(Stored items)
──────

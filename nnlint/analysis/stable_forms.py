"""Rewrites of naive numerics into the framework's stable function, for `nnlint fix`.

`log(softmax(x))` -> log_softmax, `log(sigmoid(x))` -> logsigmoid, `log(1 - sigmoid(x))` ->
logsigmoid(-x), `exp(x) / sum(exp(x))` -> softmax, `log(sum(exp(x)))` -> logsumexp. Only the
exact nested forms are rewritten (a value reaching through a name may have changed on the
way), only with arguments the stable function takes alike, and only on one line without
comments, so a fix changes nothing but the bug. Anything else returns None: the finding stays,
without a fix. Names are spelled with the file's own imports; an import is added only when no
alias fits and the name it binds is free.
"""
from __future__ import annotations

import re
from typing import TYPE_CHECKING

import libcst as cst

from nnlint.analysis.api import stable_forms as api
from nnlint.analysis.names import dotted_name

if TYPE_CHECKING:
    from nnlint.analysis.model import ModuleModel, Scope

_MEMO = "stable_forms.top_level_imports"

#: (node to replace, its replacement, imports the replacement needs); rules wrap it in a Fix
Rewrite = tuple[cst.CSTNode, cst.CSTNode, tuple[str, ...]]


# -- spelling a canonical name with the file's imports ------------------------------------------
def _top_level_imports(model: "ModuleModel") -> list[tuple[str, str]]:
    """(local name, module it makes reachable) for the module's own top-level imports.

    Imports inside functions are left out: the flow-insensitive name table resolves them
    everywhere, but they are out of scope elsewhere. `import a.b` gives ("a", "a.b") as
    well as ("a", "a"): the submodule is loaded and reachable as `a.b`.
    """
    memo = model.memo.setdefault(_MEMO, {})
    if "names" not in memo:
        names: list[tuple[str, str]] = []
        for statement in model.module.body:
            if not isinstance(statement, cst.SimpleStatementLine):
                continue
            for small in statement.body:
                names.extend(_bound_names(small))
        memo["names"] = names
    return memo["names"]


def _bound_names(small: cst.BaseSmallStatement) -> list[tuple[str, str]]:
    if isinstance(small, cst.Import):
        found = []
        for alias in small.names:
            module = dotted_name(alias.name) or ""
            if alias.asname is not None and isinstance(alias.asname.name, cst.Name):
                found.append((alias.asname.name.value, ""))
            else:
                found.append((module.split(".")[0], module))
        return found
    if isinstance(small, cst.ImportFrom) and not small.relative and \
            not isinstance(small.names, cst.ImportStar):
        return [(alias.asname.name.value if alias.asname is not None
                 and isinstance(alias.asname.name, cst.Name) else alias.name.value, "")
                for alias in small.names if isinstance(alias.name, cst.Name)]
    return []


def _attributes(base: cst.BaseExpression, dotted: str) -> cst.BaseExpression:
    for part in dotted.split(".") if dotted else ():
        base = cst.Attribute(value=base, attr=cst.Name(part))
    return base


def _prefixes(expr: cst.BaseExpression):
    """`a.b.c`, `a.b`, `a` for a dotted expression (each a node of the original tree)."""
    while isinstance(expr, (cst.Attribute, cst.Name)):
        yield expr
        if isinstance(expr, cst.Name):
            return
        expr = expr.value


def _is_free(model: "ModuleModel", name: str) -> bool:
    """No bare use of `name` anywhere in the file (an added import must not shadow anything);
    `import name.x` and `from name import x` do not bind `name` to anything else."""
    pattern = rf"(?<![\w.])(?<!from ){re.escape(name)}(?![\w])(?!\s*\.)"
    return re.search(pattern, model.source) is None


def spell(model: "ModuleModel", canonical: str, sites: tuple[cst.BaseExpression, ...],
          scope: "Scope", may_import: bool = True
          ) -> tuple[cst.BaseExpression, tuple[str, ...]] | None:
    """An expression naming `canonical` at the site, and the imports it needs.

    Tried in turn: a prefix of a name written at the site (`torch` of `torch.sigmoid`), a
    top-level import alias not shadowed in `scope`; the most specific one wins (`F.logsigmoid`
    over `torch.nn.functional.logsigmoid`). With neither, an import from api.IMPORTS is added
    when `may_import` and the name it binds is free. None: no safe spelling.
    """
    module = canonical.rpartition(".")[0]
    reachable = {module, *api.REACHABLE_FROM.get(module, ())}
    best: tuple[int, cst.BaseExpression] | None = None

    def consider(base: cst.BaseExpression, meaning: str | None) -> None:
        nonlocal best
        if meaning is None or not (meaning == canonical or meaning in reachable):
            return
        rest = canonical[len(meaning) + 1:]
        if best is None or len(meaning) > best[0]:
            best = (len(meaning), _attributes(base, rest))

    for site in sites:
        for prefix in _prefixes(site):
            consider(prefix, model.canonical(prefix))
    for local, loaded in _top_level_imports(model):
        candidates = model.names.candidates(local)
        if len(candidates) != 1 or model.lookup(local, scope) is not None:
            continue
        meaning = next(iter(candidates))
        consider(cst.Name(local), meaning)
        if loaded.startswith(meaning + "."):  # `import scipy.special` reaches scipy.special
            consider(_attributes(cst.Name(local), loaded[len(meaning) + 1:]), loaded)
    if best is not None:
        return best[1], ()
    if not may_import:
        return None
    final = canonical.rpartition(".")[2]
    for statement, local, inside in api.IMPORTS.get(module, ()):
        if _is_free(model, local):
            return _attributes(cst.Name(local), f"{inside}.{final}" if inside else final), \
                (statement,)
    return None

──────

▸ Task directions
Begin at the line that has "own top-level imports." in the entries above; stop after the line that has "for statement in". Transcribe exactly those lines and no others.

▸ Task answer
    """(local name, module it makes reachable) for the module's own top-level imports.

    Imports inside functions are left out: the flow-insensitive name table resolves them
    everywhere, but they are out of scope elsewhere. `import a.b` gives ("a", "a.b") as
    well as ("a", "a"): the submodule is loaded and reachable as `a.b`.
    """
    memo = model.memo.setdefault(_MEMO, {})
    if "names" not in memo:
        names: list[tuple[str, str]] = []
        for statement in model.module.body:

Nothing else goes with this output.